ASSIGNMENT: Take each line of the entries below that contains "pipe" and copy it.

RECORD SET:
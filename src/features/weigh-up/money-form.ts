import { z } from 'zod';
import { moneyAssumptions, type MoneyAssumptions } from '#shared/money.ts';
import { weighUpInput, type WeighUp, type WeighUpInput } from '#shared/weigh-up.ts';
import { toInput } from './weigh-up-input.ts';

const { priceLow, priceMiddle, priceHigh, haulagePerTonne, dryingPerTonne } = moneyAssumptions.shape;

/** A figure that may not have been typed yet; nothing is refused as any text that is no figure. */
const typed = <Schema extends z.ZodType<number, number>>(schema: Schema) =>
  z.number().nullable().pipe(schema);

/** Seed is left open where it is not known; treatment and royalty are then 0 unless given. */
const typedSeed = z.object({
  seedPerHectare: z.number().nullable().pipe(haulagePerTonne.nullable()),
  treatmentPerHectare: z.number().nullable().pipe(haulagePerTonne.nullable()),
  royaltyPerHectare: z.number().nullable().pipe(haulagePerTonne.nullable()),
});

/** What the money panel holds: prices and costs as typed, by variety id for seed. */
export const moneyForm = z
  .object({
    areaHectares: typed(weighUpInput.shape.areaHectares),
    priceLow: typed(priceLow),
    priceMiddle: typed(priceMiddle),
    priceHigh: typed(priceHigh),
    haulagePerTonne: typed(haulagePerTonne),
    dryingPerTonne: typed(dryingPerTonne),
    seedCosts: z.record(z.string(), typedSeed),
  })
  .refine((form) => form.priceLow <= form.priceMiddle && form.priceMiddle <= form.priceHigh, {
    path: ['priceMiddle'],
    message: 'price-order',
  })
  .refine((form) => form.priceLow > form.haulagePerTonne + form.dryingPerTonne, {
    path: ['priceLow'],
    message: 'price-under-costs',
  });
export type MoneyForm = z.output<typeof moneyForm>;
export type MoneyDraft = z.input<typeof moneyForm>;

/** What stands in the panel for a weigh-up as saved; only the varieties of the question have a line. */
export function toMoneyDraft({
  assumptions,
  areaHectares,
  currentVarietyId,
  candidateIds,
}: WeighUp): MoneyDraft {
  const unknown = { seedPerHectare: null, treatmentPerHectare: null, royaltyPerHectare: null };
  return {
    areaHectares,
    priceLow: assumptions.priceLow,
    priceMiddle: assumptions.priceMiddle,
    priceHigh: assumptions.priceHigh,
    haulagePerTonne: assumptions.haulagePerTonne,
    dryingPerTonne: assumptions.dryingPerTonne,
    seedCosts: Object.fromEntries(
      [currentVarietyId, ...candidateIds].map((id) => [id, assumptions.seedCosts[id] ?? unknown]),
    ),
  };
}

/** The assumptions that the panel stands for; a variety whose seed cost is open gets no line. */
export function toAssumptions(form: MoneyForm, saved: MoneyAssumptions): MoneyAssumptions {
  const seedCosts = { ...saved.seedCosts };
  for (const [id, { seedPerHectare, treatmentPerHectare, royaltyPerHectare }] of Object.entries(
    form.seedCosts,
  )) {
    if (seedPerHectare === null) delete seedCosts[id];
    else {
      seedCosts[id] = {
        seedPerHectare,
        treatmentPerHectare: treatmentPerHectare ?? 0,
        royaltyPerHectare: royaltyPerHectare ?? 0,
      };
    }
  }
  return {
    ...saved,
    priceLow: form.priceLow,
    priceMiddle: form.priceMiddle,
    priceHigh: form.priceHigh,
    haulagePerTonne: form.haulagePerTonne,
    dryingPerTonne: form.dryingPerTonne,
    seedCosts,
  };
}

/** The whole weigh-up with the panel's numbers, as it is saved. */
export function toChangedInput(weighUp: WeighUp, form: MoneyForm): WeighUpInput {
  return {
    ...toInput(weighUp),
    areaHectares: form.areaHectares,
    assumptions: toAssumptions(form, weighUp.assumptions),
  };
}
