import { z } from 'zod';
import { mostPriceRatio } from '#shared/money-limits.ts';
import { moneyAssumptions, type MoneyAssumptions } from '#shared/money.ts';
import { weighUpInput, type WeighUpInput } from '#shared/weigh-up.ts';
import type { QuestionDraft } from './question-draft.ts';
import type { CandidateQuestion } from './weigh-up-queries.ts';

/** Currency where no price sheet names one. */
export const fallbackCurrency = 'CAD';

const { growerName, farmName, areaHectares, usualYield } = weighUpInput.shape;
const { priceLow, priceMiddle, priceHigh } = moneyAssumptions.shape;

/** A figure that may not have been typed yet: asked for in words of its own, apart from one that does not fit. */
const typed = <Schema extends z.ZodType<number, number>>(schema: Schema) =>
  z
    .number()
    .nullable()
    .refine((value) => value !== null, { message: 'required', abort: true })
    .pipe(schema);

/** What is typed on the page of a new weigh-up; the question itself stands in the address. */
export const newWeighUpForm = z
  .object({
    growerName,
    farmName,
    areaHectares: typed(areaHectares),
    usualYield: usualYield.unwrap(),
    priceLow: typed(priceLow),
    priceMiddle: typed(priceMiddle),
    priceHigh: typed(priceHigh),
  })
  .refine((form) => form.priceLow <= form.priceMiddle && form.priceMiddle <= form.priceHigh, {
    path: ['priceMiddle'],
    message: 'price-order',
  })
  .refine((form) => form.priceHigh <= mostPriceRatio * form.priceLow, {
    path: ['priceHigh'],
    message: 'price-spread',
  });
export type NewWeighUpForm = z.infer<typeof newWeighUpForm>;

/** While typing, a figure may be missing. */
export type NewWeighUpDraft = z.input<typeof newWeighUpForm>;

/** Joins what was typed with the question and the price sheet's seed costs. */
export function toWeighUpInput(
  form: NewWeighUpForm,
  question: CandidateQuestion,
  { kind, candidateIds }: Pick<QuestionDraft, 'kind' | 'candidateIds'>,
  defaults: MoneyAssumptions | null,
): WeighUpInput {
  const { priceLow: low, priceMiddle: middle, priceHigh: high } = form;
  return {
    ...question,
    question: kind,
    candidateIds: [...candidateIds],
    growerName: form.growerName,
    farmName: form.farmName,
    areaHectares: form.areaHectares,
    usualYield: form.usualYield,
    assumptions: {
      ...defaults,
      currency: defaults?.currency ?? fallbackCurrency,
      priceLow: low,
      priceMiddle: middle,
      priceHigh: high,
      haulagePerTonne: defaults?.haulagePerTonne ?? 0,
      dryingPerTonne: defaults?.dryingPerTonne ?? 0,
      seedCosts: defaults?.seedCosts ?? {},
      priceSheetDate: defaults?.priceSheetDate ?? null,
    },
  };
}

ANSWER BELOW:
  z.number().nullable().pipe(schema);
  seedPerHectare: z.number().nullable().pipe(haulagePerTonne.nullable()),
  treatmentPerHectare: z.number().nullable().pipe(haulagePerTonne.nullable()),
  royaltyPerHectare: z.number().nullable().pipe(haulagePerTonne.nullable()),
    .pipe(schema);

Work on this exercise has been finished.